■ Work order:
Scan the entries below for the word "plot", then copy each line that holds it.

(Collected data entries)
• • • • • • •

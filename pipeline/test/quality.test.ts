import { describe, expect, it } from 'vitest';
import { assessQuality } from '../quality.js';
import type { SolveOutput } from '../types.js';

// Checks against the flag definitions in pipeline/quality.ts; the noise convention
// E‖e‖² = m σ² is the solvers' (solvers/noise.ts).
function output(over: Partial<SolveOutput['evidence']> = {}, extra: Partial<SolveOutput> = {}): SolveOutput {
  return {
    evidence: {
      relative_residual: 0.001, residual: 0.01, iterations: 20, certificate_kind: 'duality_gap', certificate: 1e-7,
      converged: true, support_size: 10, added: 0, removed: 0, recoverability: 'safe', solve_ms: 2, ...over,
    },
    coldStart: false,
    hitIterationCap: false,
    indices: new Uint32Array(0),
    values: new Float64Array(0),
    y: new Float64Array(0),
    ...extra,
  };
}
const ctx = { rows: 100, sigma: undefined, gap: 0, droppedBefore: 0 };

describe('assessQuality', () => {
  it('a clean warm frame has no flags', () => {
    expect(assessQuality(output(), ctx)).toEqual([]);
  });

  it('judges the residual against the noise norm σ√m when σ is known', () => {
    // σ = 0.1, m = 100: noise norm ≈ 1, flagged above 2.
    expect(assessQuality(output({ residual: 1.9, relative_residual: 0.5 }), { ...ctx, sigma: 0.1 })).toEqual([]);
    expect(assessQuality(output({ residual: 2.1, relative_residual: 0.5 }), { ...ctx, sigma: 0.1 })).toEqual(['residual_high']);
  });

  it('judges the relative residual against 10% without a noise level', () => {
    expect(assessQuality(output({ relative_residual: 0.09 }), ctx)).toEqual([]);
    expect(assessQuality(output({ relative_residual: 0.11 }), ctx)).toEqual(['residual_high']);
  });

  it('names every stream-context and solver condition', () => {
    const flags = assessQuality(
      output({ converged: false, added: 5, removed: 3, recoverability: 'unlikely' }, { coldStart: false, hitIterationCap: true }),
      { ...ctx, gap: 2, droppedBefore: 1 },
    );
    expect(flags).toEqual(['sequence_gap', 'frames_dropped_before', 'not_converged', 'iteration_cap', 'support_churn', 'recovery_unlikely']);
  });

  it('does not call a cold start churn (there was no previous support)', () => {
    expect(assessQuality(output({ added: 10 }), { ...ctx }).includes('support_churn')).toBe(true);
    expect(assessQuality(output({ added: 10 }, { coldStart: true }), ctx)).toEqual(['cold_start']);
    expect(assessQuality(output({ recoverability: 'marginal' }), ctx)).toEqual(['recovery_marginal']);
  });

  it('flags a non-finite residual', () => {
    expect(assessQuality(output({ residual: Number.NaN, relative_residual: Number.NaN }), ctx)).toEqual(['residual_high']);
  });
});
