import { describe, expect, it } from 'vitest';
import { FrameQueue } from '../frameQueue.js';

// Checks against the three declared overflow policies (definitions in pipeline/frameQueue.ts).
describe('FrameQueue', () => {
  it('refuse_new keeps what waits and refuses the newcomer', () => {
    const q = new FrameQueue<number>({ capacity: 2, policy: 'refuse_new' });
    expect(q.offer(1)).toEqual({ accepted: true, displaced: [] });
    expect(q.offer(2)).toEqual({ accepted: true, displaced: [] });
    expect(q.offer(3)).toEqual({ accepted: false });
    expect([q.shift(), q.shift(), q.shift()]).toEqual([1, 2, undefined]);
  });

  it('drop_oldest displaces the oldest waiting item', () => {
    const q = new FrameQueue<number>({ capacity: 2, policy: 'drop_oldest' });
    q.offer(1);
    q.offer(2);
    expect(q.offer(3)).toEqual({ accepted: true, displaced: [1] });
    expect(q.takeAll()).toEqual([2, 3]);
  });

  it('keep_latest displaces everything waiting', () => {
    const q = new FrameQueue<number>({ capacity: 3, policy: 'keep_latest' });
    q.offer(1);
    q.offer(2);
    q.offer(3);
    expect(q.offer(4)).toEqual({ accepted: true, displaced: [1, 2, 3] });
    expect(q.length).toBe(1);
    expect(q.shift()).toBe(4);
  });

  it('stays FIFO across many offers and shifts (internal compaction)', () => {
    const q = new FrameQueue<number>({ capacity: 5, policy: 'refuse_new' });
    const out: number[] = [];
    let next = 0;
    for (let round = 0; round < 200; round++) {
      while (q.offer(next).accepted) next++;
      for (let i = 0; i < 3; i++) out.push(q.shift()!);
    }
    expect(out).toEqual(Array.from({ length: out.length }, (_, i) => i));
    expect(q.length).toBeLessThanOrEqual(5);
  });
});
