proptest! {
    #![proptest_config(config(256))]

    #[test]
    fn instant_text_never_panics(
        text in prop_oneof![arbitrary_text(), near_valid(valid_instant_texts())],
        format in prop::sample::select(FORMATS.to_vec()),
        scale in prop::sample::select(Scale::ALL.to_vec()),
    ) {
        if let Ok(instant) = parse_instant(&text, format, scale, table()) {
            prop_assert_eq!(instant.scale(), scale);
            check_accepted(&instant, &text)?;
        }
        let _ = parse_iso(&text);
        let _ = text.parse::<InstantFormat>();
        let _ = text.parse::<Scale>();
        // The exact readers of the request vocabulary: a value only for a listed spelling.
        if let Some(format) = InstantFormat::from_name(&text) {
            prop_assert_eq!(format.as_str(), text.as_str());
        }
        if let Some(scale) = Scale::from_name(&text) {
            prop_assert_eq!(scale.as_str(), text.as_str());
        }
    }

    #[test]
    fn every_written_form_reads_back(instant in any_instant()) {
        let table = table();
        let scale = instant.scale();
        let written = write_instant(&instant, table)
            .map_err(|e| TestCaseError::fail(e.to_string()))?;
        let reading = day_reading(&instant, table)
            .map_err(|e| TestCaseError::fail(e.to_string()))?;
        let read = |text: &str, format| parse_instant(text, format, scale, table);

        // mjd and jd: 24 decimals of a day are below an attosecond, so exact
        // (the README: lossless decimal strings; common practice for exact decimals).
        prop_assert_eq!(read(&written.mjd, InstantFormat::Mjd), Ok(instant), "{}", written.mjd);
        prop_assert_eq!(read(&written.jd, InstantFormat::Jd), Ok(instant), "{}", written.jd);

        // iso: 12 decimals, truncated, so the same reading cut to 1e-12 s (the OpenAPI document, `InstantForms.iso`).
        let from_iso = read(&written.iso, InstantFormat::Iso)
            .and_then(|i| day_reading(&i, table));
        let cut = reading.seconds_of_day_attos
            - reading.seconds_of_day_attos.rem_euclid(ISO_RESOLUTION_ATTOS);
        prop_assert_eq!(from_iso.map(|r| (r.mjd, r.seconds_of_day_attos)), Ok((reading.mjd, cut)),
            "{}", written.iso);
        if scale == Scale::Utc {
            // Z marks UTC (ISO 8601): with or without it, the same instant.
            let zulu = format!("{}Z", written.iso);
            prop_assert_eq!(read(&zulu, InstantFormat::Iso), read(&written.iso, InstantFormat::Iso));
        }
        // The ordinal date names the same day (ISO 8601 4.1.3).
        let date = CalendarDate::from_mjd(reading.mjd);
        let ordinal = format!("{:04}-{:03}{}", date.year, date.day_of_year(), &written.iso[10..]);
        prop_assert_eq!(read(&ordinal, InstantFormat::Iso), read(&written.iso, InstantFormat::Iso));

        // j2000_s: exact, except that UTC counts 86 400 s per day, so the reading of a leap
        // second is shared with the next day's first second (ERFA quasi-JD convention).
        let from_count = read(&written.j2000_s, InstantFormat::J2000S);
        if reading.seconds_of_day_attos < ATTOS_PER_DAY {
            prop_assert_eq!(from_count.clone(), Ok(instant), "{}", written.j2000_s);
        } else {
            let next_day = from_count.clone().and_then(|i| day_reading(&i, table));
            prop_assert_eq!(next_day.map(|r| (r.mjd, r.seconds_of_day_attos)),
                Ok((reading.mjd + 1, reading.seconds_of_day_attos - ATTOS_PER_DAY)));
            if reading.mjd >= FIRST_LEAP_STEP_MJD {
                // A 1972+ leap second is one SI second (ITU-R TF.460-6).
                prop_assert_eq!(from_count.clone().map(|i| i.count_attos()),
                    Ok(instant.count_attos() + ATTOS_PER_SECOND));
            }
        }
        if scale == Scale::Utc {
            // unix_s is j2000_s shifted by the 1970-01-01 to J2000.0 span (POSIX: 86 400 s/day).
            let count = reading_count_attos(&instant, table)
                .map_err(|e| TestCaseError::fail(e.to_string()))?;
            let unix = format_attos_as_seconds(count - uniform_count_attos(UNIX_EPOCH_MJD, 0));
            prop_assert_eq!(read(&unix, InstantFormat::UnixS), from_count, "{}", unix);
        }

        // gnss_week: exact, for GNSS scales from week 0 (IS-GPS-200 6.2.4).
        match &written.gnss_week {
            Some(week) => prop_assert_eq!(read(week, InstantFormat::GnssWeek), Ok(instant)),
            None => prop_assert!(gnss_week_origin_mjd(scale)
                .is_none_or(|mjd| instant.count_attos() < uniform_count_attos(mjd, 0))),
        }
    }

    #[test]
    fn decimals_never_panic(text in prop_oneof![arbitrary_text(), near_valid(valid_instant_texts())]) {
        if let Ok(value) = ExactDecimal::parse(&text) {
            let _ = value.times_attos(ATTOS_PER_SECOND);
            let _ = value.times_attos(86_401 * ATTOS_PER_SECOND);
            let (whole, fraction) = value.floor_split();
            // floor split: 0 <= fraction < 1 and whole + fraction == value (common practice).
            prop_assert!((0..10_i128.pow(24)).contains(&fraction));
            // (Compared on the whole-part difference, which is 0 or -1, to stay inside i128.)
            let whole_difference = whole - value.signed_integer_part();
            prop_assert!(whole_difference == 0 || whole_difference == -1);
            let signed_fraction =
                if value.negative { -value.fraction_e24 } else { value.fraction_e24 };
            prop_assert_eq!(whole_difference * 10_i128.pow(24) + fraction, signed_fraction);
        }
    }

    #[test]
    fn decimals_read_their_value(
        negative in any::<bool>(),
        integer in "[0-9]{1,15}",
        fraction in proptest::option::of("[0-9]{0,18}"),
    ) {
        let text = format!(
            "{}{integer}{}",
            if negative { "-" } else { "" },
            fraction.as_deref().map(|f| format!(".{f}")).unwrap_or_default()
        );
        // Reference value by integer text arithmetic (common practice): digits padded to 18.
        let padded = format!("{:0<18}", fraction.clone().unwrap_or_default());
        let magnitude = integer.parse::<i128>().unwrap_or(i128::MAX) * ATTOS_PER_SECOND
            + padded.parse::<i128>().unwrap_or(i128::MAX);
        let expected = if negative { -magnitude } else { magnitude };
        prop_assert_eq!(ExactDecimal::parse(&text).map(|d| d.times_attos(ATTOS_PER_SECOND)),
            Ok(expected), "{}", text);
    }

    #[test]
    fn written_decimals_read_back(
        attos in -(10_i128.pow(15) * ATTOS_PER_SECOND)..10_i128.pow(15) * ATTOS_PER_SECOND,
        day_attos in 0..ATTOS_PER_DAY * 10_i128.pow(7),
    ) {
        // Exact decimal writing and reading are inverse (common practice).
        let text = format_attos_as_seconds(attos);
        prop_assert_eq!(ExactDecimal::parse(&text).map(|d| d.times_attos(ATTOS_PER_SECOND)),
            Ok(attos), "{}", text);
        // 24 decimals of an 86 401 s day are below an attosecond (the OpenAPI document: lossless mjd).
        let day = 86_401 * ATTOS_PER_SECOND;
        let text = format_ratio(day_attos, day, 24);
        prop_assert_eq!(ExactDecimal::parse(&text).map(|d| d.times_attos(day)), Ok(day_attos),
            "{}", text);
    }
}

/// The IETF file without its `#h` line, so that edits reach the checks past the hash.
fn ietf_without_hash() -> String {
    IETF_FILE
        .lines()
        .filter(|line| !line.starts_with("#h"))
        .collect::<Vec<_>>()
        .join("\n")
}

/// An IERS-format file with the given leap-second days, written from scratch.
fn iers_file(step_days: &[(i64, i64)], expiry_mjd: i64) -> String {
    let expiry = CalendarDate::from_mjd(expiry_mjd);
    let months = [
        "January",
        "February",
        "March",
        "April",
        "May",
        "June",
        "July",
        "August",
        "September",
        "October",
        "November",
        "December",
    ];
    let month_name = months
        .get(expiry.month as usize - 1)
        .copied()
        .unwrap_or("January");
    let mut text = format!(
        "#  File expires on {} {month_name} {}\n",
        expiry.day, expiry.year
    );
    for (mjd, offset) in step_days {
        let d = CalendarDate::from_mjd(*mjd);
        text.push_str(&format!(
            "    {mjd}.0   {:2} {:2} {:4}   {offset:6}\n",
            d.day, d.month, d.year
        ));
    }
    text
}
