@operation("compare")
def compare(api, m, document):
    body = m.CompareRequest.from_dict(
        {
            "reference": "TT",
            "clock_a": {"orbit": {"semi_major_axis_m": 29_600_000.0, "eccentricity": 0.0}},
            "clock_b": {
                "ground_site": {
                    "latitude_deg": -33.2,
                    "longitude_deg": 150.9,
                    "height_m": 0.0,
                    "height_reference": "geoid",
                }
            },
        }
    )
    answer = expect(api.call("compare", body=body), 200)
    difference = answer.clock_a.fractional.total - answer.clock_b.fractional.total
    near(answer.a_minus_b.fractional, difference, 1e-18, "a - b from the two rates")
    near(answer.a_minus_b.us_per_day, difference * 86_400e6, 1e-9, "a - b in us per day")
    near(answer.clock_a.fractional.total, circular_orbit_rate(29_600_000.0), 1e-15, "orbit a rate")


@operation("stability")
def stability(api, m, document):
    # NBS14 10-point frequency set (NIST SP 1065): ADEV(1) 91.22945, MDEV(2) 74.78849.
    body = m.StabilityBody.from_dict(
        {
            "kind": "frequency",
            "tau0_s": 1.0,
            "values": [892, 809, 823, 798, 671, 644, 883, 903, 677],
            "deviations": ["adev", "mdev"],
            "tau_s": [1, 2],
        }
    )
    answer = expect(api.call("stability", body=body), 200)
    adev1, adev2, mdev1, mdev2 = answer.results
    near(adev1.value, 91.22945, 1e-4, "NBS14 ADEV(1)")
    near(mdev2.value, 74.78849, 1e-4, "NBS14 MDEV(2)")
    assert adev1.terms == 8, adev1
    assert adev1.low < adev1.value < adev1.high, adev1
    gap = m.StabilityBody.from_dict({"kind": "phase", "tau0_s": 1.0, "values": [0.0, None, 1.0]})
    expect_problem(api.call("stability", body=gap), 422, "gap_in_series", field="values[1]")
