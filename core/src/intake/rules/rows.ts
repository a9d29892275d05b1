import { defineRule } from './rule';

// Rows: values of one row that contradict each other.

export const ROW = {
  stumpCauseMissing: defineRule('row', 'row_stump_cause_missing', 'error', 'A stump (status stump) has no stump_cause.'),
  stumpCauseNotStump: defineRule('row', 'row_stump_cause_not_stump', 'error', 'A stem that is not a stump has a stump_cause.'),
  subplotAreaTooLarge: defineRule('row', 'row_subplot_area_too_large', 'error', 'A plot\'s subplot_area_ha is not smaller than its area_ha.'),
} as const;

export const rowMessages = {
  stumpCauseMissing: () => 'status is stump but stump_cause is empty; give logged, natural or unknown',
  stumpCauseNotStump: (status: string, cause: string) => `stump_cause is ${cause} but status is ${status}; leave stump_cause empty unless the stem is a stump`,
  subplotAreaTooLarge: (sub: number, area: number) => `subplot_area_ha is ${sub} but area_ha is ${area}; the nested subplot must be smaller than the plot`,
};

• • • • • • •

■ Written response:
  subplotAreaTooLarge: defineRule('row', 'row_subplot_area_too_large', 'error', 'A plot\'s subplot_area_ha is not smaller than its area_ha.'),
  subplotAreaTooLarge: (sub: number, area: number) => `subplot_area_ha is ${sub} but area_ha is ${area}; the nested subplot must be smaller than the plot`,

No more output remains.